== DATASET ENTRIES ==
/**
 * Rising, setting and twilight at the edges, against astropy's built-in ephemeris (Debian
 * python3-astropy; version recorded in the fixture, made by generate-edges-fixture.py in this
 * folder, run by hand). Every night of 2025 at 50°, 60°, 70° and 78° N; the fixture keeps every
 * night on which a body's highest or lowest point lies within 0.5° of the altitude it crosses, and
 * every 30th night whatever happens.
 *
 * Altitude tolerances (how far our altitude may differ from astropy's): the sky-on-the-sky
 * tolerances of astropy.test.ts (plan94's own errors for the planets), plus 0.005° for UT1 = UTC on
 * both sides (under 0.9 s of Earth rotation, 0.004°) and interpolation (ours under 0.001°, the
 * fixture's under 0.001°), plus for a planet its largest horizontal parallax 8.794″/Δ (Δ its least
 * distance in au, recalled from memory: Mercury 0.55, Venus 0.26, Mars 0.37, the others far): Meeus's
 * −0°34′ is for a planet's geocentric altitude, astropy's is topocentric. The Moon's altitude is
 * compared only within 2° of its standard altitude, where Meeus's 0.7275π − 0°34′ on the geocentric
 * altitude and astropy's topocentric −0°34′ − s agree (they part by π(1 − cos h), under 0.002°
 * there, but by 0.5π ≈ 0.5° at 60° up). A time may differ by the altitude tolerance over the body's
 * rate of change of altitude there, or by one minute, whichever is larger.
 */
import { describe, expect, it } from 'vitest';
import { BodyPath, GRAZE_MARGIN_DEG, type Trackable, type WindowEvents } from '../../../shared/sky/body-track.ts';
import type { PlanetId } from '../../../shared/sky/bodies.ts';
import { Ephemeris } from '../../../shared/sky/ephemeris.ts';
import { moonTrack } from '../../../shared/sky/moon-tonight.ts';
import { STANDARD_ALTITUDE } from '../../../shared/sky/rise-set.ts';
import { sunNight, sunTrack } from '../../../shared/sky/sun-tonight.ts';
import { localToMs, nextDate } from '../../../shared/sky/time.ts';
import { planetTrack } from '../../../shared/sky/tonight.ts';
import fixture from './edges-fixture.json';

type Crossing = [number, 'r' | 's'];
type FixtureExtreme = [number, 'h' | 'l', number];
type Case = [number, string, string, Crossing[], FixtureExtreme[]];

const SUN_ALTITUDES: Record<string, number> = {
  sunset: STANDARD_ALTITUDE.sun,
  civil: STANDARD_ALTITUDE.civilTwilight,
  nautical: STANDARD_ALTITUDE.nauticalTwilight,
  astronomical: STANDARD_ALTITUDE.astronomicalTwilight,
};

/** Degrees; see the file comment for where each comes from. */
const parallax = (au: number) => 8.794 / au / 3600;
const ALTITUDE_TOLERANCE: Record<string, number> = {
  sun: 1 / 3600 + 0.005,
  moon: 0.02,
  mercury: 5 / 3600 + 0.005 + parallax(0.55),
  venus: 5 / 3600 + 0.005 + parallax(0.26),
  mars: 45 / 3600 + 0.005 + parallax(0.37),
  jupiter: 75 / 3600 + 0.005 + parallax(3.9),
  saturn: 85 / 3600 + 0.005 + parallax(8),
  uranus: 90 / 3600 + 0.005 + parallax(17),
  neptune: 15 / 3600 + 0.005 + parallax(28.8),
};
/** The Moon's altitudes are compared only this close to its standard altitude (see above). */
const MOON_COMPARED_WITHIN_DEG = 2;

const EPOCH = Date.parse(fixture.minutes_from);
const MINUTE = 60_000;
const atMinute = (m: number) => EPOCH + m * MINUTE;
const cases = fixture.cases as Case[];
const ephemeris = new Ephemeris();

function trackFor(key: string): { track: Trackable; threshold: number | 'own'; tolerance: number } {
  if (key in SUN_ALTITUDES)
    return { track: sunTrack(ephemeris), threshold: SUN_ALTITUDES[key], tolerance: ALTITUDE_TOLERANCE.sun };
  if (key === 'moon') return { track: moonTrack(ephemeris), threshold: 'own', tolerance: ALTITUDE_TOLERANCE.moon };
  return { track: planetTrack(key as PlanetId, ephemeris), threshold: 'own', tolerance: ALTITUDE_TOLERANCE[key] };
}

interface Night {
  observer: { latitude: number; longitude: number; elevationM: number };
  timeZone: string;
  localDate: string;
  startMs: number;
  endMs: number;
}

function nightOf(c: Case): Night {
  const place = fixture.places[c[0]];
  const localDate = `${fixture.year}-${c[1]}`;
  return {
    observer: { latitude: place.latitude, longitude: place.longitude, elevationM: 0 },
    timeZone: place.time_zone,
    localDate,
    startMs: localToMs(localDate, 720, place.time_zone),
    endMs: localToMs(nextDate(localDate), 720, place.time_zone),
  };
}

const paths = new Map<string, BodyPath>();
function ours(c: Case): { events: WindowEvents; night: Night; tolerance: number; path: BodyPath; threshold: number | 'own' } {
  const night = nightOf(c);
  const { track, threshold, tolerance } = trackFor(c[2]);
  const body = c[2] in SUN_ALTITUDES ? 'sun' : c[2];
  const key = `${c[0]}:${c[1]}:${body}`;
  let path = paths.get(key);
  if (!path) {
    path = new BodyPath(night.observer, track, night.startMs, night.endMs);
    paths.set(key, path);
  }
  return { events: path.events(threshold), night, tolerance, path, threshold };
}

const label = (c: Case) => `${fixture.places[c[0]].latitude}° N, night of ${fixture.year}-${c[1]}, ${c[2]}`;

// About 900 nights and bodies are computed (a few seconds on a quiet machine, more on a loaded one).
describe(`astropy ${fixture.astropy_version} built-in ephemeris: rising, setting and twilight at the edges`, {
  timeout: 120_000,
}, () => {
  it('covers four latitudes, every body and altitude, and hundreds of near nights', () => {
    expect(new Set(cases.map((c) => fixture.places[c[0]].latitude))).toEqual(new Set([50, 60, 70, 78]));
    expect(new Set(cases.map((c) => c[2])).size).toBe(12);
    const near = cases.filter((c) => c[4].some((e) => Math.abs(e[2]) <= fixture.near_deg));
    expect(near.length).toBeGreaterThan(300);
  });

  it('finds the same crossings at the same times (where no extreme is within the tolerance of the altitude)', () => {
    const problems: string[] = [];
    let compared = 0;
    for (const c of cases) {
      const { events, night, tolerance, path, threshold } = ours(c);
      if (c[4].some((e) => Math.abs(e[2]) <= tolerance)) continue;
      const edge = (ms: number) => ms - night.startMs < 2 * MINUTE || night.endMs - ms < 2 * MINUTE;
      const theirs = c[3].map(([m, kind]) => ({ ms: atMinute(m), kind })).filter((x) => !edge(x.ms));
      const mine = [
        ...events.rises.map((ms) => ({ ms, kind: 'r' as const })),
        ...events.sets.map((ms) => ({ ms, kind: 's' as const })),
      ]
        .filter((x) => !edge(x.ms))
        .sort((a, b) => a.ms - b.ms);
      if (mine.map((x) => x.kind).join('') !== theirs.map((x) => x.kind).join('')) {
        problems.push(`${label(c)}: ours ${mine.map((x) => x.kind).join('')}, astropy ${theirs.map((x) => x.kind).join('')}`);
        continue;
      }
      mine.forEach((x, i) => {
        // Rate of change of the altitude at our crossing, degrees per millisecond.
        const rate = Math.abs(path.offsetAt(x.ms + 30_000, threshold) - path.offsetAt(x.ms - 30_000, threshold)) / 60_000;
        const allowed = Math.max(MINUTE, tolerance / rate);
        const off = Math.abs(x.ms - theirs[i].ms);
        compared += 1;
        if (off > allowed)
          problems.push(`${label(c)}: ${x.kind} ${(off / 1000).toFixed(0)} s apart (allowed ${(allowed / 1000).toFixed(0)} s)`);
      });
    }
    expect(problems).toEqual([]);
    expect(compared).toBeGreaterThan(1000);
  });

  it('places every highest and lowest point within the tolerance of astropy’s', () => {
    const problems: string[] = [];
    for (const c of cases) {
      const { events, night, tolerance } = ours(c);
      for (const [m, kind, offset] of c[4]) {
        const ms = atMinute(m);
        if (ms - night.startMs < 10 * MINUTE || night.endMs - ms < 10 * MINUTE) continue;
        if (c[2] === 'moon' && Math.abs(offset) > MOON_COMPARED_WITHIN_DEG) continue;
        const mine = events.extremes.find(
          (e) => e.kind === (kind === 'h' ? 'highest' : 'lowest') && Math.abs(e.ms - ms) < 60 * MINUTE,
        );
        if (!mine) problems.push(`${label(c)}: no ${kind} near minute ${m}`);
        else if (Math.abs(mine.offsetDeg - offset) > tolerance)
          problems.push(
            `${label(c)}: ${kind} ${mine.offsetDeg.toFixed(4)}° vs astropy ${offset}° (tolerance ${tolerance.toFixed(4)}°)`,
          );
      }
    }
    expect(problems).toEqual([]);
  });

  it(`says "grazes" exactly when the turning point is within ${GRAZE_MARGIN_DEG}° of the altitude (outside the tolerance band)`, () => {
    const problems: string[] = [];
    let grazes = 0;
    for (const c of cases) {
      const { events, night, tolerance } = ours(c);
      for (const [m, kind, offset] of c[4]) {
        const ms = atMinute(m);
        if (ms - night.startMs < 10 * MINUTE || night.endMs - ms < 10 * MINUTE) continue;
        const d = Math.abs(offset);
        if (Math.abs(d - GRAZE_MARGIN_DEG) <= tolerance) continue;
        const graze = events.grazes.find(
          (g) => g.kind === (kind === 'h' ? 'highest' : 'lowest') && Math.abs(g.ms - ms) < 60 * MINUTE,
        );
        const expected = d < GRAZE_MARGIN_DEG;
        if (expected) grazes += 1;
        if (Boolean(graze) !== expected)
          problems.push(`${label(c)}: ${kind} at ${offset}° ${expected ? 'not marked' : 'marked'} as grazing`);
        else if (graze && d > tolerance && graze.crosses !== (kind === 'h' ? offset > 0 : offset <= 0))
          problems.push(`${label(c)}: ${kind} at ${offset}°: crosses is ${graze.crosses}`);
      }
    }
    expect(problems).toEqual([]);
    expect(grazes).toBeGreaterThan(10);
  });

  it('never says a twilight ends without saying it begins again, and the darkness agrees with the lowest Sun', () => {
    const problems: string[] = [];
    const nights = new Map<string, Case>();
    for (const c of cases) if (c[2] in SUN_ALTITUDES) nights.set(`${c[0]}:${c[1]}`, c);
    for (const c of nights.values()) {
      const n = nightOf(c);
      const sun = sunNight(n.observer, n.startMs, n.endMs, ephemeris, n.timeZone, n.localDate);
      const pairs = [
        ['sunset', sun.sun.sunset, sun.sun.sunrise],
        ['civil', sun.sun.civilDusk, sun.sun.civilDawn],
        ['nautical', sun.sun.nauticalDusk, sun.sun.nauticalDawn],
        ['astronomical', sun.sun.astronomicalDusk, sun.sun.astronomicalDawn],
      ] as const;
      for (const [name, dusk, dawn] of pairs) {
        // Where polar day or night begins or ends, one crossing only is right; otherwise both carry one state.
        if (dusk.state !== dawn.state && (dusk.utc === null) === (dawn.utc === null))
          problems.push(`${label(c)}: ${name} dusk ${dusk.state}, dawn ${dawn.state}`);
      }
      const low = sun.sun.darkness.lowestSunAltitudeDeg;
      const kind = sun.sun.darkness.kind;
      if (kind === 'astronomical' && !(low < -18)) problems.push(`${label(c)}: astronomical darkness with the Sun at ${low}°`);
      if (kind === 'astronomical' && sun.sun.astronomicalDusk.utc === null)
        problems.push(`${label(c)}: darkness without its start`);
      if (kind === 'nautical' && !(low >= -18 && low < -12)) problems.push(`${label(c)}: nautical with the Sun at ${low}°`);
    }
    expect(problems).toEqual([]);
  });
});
===
== DATASET ENTRIES ==
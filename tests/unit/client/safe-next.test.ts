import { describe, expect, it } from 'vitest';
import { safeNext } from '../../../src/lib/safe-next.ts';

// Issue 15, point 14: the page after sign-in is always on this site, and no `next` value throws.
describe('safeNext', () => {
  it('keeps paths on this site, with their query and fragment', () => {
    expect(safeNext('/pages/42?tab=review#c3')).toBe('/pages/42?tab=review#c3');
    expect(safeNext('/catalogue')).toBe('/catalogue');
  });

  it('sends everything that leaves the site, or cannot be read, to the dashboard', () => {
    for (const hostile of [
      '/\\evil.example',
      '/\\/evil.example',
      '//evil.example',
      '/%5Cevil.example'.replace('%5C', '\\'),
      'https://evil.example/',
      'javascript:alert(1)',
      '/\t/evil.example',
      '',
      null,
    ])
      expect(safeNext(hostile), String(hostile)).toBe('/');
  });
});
===
◆ WHAT IS REQUIRED
Your task is to find every line above containing the word "ours" and copy it.

◆ WORKED SOLUTION
 * both sides (under 0.9 s of Earth rotation, 0.004°) and interpolation (ours under 0.001°, the
function ours(c: Case): { events: WindowEvents; night: Night; tolerance: number; path: BodyPath; threshold: number | 'own' } {
      const { events, night, tolerance, path, threshold } = ours(c);
        problems.push(`${label(c)}: ours ${mine.map((x) => x.kind).join('')}, astropy ${theirs.map((x) => x.kind).join('')}`);
      const { events, night, tolerance } = ours(c);
      const { events, night, tolerance } = ours(c);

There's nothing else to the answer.